==== Record excerpts ====
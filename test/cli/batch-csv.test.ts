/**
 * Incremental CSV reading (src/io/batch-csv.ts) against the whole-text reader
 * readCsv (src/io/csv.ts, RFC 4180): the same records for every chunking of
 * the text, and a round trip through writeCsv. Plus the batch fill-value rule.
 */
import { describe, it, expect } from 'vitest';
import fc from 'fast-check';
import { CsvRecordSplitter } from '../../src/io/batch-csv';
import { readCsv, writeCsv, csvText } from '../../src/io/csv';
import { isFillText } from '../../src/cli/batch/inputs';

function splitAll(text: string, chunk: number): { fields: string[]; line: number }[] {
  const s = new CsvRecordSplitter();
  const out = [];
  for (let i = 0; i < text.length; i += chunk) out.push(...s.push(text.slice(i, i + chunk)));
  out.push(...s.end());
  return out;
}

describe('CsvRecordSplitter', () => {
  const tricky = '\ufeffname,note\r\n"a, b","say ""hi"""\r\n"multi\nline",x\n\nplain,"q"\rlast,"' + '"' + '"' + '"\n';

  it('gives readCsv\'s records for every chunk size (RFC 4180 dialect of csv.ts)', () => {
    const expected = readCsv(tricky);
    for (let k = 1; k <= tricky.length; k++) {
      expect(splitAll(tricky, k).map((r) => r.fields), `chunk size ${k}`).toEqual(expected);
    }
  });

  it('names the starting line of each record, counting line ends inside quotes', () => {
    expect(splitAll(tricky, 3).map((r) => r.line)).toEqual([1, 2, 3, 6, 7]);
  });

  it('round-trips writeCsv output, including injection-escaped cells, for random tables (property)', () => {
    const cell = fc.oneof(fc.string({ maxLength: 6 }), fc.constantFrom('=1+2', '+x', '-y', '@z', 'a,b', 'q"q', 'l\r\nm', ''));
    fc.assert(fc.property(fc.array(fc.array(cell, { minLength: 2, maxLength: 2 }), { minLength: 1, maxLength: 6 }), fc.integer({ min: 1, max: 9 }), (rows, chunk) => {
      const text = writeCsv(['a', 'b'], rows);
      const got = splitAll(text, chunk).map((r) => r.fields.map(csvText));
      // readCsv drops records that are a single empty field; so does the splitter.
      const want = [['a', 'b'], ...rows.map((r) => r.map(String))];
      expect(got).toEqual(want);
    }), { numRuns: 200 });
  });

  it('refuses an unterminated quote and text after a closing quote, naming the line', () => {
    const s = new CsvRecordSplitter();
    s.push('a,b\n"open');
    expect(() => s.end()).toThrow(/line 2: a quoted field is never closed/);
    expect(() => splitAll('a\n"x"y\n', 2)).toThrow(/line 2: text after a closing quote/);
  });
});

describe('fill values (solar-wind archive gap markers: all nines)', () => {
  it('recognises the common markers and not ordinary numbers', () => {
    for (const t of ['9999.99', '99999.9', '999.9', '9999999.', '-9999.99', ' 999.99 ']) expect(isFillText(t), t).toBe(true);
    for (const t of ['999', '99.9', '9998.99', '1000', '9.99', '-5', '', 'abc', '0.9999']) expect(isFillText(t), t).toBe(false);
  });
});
====
==== Record excerpts ====
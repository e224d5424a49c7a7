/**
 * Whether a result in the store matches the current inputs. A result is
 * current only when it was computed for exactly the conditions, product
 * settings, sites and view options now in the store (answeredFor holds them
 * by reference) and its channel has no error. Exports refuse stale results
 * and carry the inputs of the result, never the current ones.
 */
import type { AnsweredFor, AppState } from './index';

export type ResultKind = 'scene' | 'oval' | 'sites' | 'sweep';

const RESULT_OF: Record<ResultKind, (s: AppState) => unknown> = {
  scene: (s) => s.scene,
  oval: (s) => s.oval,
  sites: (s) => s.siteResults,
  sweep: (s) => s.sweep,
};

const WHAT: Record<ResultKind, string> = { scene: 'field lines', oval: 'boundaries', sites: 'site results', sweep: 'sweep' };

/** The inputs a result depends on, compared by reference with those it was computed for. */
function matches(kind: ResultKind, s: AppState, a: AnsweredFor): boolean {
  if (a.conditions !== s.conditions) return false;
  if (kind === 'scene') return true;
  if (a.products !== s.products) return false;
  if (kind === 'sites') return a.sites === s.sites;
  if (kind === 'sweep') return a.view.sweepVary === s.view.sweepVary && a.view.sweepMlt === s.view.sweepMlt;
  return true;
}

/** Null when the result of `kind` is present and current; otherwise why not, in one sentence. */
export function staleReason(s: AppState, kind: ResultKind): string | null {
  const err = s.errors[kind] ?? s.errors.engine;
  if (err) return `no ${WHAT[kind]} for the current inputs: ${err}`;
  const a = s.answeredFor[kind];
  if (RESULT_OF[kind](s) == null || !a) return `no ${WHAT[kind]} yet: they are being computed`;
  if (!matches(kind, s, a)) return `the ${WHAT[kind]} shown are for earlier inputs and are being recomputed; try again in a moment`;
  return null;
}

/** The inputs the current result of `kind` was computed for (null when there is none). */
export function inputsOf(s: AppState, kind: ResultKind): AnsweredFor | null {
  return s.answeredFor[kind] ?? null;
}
====
==== Record excerpts ====
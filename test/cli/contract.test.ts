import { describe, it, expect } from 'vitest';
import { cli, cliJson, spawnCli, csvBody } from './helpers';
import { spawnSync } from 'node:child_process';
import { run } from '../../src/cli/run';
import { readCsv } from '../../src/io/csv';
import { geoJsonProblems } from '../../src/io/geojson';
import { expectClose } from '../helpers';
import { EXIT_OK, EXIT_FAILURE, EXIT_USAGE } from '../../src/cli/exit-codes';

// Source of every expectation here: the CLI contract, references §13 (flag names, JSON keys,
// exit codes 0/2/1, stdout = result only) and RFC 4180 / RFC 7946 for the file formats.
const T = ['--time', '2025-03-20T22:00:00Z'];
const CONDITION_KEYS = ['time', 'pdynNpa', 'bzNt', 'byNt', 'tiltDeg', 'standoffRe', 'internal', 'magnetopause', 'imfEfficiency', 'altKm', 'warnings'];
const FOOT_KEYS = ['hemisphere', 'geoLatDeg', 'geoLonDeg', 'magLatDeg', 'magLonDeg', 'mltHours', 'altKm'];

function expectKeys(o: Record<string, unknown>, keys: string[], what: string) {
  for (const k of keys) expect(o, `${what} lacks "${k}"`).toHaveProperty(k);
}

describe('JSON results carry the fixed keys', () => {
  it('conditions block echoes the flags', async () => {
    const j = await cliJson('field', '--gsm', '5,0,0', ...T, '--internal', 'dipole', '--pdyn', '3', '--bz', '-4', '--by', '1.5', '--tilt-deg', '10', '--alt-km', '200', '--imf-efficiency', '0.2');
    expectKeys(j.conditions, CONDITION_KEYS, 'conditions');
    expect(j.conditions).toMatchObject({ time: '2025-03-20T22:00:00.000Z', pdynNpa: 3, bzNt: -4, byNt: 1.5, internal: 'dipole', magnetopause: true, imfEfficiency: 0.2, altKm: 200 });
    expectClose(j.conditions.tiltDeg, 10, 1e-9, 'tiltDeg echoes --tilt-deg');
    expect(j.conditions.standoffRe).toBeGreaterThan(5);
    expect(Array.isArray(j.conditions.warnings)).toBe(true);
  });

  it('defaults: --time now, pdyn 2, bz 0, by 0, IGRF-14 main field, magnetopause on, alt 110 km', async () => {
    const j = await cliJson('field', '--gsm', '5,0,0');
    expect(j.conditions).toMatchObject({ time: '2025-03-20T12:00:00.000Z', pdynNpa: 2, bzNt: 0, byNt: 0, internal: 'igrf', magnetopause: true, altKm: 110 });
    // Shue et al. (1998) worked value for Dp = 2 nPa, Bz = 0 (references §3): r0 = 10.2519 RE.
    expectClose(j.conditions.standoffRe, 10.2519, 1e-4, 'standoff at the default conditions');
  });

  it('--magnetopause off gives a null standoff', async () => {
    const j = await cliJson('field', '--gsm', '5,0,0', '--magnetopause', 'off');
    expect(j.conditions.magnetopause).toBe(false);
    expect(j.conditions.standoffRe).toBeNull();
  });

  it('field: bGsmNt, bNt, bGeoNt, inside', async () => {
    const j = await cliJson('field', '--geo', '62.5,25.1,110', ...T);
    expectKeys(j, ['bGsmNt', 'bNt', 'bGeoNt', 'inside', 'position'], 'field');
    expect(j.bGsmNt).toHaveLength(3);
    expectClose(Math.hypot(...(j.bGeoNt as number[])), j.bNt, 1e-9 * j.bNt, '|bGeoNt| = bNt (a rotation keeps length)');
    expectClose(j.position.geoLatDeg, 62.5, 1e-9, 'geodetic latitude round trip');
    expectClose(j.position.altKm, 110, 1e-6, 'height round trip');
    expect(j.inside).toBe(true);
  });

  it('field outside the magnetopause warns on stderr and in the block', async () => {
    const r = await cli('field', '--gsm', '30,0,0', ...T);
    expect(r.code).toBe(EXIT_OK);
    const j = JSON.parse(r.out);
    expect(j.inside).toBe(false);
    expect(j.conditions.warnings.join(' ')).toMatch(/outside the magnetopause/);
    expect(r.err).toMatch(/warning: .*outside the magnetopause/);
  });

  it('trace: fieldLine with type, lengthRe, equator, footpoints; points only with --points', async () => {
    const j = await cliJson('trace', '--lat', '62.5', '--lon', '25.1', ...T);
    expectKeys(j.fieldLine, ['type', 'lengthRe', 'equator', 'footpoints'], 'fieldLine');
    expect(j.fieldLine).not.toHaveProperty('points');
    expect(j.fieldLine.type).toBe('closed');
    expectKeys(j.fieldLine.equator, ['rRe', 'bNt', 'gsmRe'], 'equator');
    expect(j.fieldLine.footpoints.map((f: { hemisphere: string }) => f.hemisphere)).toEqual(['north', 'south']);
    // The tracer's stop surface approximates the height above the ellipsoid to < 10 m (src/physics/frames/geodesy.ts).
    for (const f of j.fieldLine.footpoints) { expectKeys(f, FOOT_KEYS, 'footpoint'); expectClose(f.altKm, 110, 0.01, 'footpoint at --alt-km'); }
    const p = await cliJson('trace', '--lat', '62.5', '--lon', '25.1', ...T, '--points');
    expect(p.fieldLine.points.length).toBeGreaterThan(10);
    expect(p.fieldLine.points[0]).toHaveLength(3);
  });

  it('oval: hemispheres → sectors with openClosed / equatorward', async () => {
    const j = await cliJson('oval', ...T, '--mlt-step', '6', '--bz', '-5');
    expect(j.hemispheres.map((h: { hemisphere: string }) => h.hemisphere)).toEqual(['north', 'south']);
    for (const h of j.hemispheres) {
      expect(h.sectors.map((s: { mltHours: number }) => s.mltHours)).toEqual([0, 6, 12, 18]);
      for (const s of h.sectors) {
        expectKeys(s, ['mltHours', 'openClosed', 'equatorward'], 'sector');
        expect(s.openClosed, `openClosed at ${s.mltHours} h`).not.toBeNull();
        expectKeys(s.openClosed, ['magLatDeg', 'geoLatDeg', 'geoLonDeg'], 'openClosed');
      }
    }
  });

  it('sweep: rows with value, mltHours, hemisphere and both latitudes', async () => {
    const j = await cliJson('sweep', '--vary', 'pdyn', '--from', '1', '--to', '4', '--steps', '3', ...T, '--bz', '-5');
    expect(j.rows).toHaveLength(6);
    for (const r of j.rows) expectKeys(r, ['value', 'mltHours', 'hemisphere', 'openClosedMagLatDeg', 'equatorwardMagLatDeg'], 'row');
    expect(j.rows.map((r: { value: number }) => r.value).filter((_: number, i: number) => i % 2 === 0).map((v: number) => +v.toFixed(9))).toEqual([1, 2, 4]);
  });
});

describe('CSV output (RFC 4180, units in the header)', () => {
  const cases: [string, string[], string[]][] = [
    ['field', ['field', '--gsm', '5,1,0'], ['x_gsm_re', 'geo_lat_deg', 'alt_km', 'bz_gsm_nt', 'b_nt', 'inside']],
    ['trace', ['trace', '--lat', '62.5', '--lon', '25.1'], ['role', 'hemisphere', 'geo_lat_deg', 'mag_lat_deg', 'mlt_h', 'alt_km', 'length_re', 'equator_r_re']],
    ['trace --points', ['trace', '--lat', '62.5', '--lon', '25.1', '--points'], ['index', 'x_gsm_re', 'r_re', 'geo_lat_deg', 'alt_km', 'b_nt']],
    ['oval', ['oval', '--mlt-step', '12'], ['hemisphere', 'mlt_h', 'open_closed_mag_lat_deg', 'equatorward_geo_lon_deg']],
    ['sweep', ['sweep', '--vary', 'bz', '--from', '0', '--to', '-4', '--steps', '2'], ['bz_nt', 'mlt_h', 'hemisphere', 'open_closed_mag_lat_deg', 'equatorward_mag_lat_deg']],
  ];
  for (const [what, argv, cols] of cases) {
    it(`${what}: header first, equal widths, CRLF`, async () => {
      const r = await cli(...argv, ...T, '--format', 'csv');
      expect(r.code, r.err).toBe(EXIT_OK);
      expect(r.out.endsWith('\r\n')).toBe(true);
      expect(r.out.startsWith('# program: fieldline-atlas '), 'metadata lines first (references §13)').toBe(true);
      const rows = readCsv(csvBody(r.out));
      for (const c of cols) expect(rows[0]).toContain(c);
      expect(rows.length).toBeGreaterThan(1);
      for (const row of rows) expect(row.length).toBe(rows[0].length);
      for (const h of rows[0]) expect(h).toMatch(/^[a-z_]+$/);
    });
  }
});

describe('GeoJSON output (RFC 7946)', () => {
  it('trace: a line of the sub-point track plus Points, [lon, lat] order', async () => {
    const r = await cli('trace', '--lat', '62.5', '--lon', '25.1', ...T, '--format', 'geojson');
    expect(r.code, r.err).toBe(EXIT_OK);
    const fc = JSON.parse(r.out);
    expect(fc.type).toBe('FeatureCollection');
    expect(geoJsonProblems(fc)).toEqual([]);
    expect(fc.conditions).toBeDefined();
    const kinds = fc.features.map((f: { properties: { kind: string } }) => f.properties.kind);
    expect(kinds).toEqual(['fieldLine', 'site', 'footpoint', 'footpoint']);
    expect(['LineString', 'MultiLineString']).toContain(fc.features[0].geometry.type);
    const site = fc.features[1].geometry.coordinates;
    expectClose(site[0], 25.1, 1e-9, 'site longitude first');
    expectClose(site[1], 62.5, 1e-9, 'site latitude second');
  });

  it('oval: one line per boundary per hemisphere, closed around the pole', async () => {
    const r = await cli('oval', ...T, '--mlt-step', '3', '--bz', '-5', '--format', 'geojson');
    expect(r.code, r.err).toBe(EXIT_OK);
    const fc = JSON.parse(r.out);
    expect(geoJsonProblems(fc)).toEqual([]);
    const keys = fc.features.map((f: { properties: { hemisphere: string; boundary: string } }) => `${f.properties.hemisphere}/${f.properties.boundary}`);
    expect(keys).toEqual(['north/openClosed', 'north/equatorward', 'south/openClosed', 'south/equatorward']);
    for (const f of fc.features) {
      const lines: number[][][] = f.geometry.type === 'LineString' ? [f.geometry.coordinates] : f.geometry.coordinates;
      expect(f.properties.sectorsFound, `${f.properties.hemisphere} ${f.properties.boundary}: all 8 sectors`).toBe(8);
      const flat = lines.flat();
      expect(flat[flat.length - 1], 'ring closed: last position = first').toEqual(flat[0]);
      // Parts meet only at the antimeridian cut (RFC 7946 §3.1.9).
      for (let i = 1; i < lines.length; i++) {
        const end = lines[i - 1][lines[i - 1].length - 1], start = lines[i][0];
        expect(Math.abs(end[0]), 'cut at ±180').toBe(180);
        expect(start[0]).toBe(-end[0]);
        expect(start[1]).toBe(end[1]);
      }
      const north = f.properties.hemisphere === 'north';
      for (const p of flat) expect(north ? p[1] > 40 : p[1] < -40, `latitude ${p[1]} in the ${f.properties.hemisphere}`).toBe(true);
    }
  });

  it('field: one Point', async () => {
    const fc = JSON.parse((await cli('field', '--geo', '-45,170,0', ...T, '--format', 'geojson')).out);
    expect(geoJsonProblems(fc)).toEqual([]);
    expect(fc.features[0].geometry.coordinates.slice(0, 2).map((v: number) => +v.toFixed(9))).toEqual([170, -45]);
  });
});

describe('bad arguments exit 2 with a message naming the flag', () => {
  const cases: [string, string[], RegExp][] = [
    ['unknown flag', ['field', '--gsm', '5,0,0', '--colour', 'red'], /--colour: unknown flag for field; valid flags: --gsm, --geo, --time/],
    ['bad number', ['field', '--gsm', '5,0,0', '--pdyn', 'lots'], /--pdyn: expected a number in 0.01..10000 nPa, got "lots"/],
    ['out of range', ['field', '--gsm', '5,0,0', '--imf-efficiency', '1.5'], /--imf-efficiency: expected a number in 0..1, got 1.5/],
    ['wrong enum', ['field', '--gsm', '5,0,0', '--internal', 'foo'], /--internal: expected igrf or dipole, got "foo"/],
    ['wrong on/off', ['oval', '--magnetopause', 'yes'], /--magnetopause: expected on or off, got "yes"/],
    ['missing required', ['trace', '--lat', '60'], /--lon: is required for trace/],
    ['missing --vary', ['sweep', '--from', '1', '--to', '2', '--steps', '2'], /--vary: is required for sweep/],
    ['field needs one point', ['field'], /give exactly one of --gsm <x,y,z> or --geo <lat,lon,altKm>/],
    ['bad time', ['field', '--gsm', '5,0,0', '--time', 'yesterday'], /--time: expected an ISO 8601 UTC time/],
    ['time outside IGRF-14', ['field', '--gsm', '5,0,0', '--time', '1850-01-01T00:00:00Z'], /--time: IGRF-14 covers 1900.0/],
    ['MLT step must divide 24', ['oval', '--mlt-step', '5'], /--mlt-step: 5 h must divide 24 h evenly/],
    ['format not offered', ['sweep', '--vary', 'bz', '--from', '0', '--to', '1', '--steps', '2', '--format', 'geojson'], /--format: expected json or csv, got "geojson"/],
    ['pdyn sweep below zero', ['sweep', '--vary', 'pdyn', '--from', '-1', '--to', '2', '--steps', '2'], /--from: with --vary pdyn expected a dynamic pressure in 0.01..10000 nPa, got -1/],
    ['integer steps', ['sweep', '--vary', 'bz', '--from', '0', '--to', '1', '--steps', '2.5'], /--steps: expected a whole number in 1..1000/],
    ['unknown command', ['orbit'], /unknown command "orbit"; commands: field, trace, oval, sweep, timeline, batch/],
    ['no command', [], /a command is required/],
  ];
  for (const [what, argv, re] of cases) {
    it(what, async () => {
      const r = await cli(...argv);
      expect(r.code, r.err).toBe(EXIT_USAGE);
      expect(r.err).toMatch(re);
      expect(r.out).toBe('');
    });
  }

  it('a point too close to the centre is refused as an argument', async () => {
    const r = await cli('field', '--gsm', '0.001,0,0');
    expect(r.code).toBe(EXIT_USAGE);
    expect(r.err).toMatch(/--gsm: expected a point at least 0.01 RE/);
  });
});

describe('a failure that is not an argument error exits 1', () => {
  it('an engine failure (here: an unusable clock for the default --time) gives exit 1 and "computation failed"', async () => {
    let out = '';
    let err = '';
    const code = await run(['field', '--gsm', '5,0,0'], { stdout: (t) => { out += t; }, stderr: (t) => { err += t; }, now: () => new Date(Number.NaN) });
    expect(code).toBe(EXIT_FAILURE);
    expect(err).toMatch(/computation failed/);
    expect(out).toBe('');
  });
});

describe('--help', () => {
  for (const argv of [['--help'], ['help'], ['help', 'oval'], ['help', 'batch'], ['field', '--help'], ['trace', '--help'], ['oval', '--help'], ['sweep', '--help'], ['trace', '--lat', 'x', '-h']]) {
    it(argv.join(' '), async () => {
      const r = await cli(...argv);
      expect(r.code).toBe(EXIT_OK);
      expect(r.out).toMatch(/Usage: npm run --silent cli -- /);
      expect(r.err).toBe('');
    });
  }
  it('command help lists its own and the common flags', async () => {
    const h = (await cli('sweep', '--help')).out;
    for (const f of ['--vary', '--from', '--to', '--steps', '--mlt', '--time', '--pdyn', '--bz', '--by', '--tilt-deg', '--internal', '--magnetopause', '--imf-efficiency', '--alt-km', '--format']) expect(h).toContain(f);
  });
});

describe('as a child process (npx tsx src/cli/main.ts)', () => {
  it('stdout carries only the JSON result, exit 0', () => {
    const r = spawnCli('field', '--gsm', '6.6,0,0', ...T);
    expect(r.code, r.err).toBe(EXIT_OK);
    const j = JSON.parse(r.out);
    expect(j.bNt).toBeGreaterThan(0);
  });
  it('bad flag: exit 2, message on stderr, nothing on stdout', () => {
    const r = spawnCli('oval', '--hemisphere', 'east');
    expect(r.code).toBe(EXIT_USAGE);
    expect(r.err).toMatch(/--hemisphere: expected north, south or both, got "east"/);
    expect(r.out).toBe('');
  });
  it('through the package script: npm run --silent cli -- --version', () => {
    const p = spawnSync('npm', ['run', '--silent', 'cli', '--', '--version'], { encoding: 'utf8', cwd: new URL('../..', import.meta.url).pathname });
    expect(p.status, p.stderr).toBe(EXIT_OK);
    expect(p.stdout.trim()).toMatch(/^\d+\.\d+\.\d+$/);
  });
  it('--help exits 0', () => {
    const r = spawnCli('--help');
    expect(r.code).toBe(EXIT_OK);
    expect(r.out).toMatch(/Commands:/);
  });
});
====
▶ Activity: Take every line above carrying "helpers" and return it.

▶ Output of the task:
import { cli, cliJson, spawnCli, csvBody } from './helpers';
import { expectClose } from '../helpers';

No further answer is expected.